- [Goal of the exercise] If a line includes "table", copy it out of the entries.

[Saved entries]
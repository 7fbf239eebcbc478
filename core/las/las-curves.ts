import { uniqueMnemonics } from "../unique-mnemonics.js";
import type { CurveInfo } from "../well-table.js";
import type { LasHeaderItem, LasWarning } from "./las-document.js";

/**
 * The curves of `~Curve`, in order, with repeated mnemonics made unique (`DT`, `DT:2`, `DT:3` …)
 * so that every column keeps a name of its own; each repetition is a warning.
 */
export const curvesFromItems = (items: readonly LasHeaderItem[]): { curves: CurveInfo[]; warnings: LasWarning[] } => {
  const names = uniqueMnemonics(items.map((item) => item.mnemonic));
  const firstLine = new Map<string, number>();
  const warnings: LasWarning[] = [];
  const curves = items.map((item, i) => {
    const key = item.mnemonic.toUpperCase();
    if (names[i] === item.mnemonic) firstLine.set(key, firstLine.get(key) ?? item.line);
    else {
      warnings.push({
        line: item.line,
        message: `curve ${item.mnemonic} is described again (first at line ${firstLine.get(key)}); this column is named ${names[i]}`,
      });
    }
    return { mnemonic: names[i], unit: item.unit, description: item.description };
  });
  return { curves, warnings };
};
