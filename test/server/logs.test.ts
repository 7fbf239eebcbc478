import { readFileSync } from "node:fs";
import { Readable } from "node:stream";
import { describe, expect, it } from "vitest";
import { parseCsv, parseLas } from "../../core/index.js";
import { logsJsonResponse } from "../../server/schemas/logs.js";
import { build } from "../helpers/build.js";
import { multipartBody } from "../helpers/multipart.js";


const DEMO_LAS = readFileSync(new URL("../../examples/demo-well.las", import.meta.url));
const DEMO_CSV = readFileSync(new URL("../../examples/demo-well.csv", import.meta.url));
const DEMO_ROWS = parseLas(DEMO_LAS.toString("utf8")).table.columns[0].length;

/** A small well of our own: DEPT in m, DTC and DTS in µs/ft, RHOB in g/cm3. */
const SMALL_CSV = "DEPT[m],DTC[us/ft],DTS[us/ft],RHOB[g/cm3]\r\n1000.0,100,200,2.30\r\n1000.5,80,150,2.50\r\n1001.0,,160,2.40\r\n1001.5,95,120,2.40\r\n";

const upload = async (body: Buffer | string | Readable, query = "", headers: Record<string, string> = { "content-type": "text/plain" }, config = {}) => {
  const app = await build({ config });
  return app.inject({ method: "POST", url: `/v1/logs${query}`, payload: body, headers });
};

==

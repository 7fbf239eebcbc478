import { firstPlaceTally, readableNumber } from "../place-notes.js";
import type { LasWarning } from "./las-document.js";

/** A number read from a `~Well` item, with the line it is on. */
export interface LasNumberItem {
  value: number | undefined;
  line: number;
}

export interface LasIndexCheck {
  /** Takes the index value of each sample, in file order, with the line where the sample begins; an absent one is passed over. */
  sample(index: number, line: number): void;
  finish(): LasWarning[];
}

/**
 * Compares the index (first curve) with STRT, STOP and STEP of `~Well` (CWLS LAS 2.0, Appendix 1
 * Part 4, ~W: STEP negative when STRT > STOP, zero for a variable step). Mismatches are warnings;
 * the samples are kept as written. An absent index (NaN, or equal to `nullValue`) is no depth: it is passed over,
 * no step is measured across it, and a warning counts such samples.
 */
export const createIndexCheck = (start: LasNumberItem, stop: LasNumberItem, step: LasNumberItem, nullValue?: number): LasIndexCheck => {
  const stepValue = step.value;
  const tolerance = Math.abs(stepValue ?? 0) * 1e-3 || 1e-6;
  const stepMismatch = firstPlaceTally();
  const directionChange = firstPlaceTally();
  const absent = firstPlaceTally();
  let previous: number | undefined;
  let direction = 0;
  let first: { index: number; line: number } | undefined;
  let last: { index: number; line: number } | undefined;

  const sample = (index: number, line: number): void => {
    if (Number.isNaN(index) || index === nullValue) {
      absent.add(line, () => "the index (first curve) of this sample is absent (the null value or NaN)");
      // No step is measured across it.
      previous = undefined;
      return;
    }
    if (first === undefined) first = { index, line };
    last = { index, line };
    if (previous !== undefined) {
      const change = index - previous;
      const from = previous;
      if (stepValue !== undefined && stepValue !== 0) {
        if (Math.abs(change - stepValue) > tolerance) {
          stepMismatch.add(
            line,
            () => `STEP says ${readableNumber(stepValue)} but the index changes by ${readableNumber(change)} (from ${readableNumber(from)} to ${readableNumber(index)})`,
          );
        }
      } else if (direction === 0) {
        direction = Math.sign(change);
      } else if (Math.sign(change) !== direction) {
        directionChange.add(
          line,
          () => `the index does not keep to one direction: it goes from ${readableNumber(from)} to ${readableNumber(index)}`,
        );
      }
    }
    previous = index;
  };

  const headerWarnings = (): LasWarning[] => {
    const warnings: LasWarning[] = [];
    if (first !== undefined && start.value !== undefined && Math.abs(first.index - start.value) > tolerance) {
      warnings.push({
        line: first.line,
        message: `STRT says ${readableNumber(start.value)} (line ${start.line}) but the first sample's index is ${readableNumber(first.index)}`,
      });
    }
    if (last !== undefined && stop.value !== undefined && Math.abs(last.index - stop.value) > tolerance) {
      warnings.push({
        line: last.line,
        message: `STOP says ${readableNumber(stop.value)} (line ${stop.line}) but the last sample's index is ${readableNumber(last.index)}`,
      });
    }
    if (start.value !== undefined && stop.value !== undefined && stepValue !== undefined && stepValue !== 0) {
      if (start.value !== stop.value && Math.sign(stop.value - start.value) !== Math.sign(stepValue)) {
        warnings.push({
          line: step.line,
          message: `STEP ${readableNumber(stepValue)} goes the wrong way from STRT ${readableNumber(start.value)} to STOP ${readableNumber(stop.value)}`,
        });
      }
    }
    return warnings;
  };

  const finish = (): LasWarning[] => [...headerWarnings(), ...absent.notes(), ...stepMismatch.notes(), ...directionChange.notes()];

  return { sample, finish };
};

- [Solution to the problem]
import type { CurveInfo } from "../well-table.js";
const DEMO_ROWS = parseLas(DEMO_LAS.toString("utf8")).table.columns[0].length;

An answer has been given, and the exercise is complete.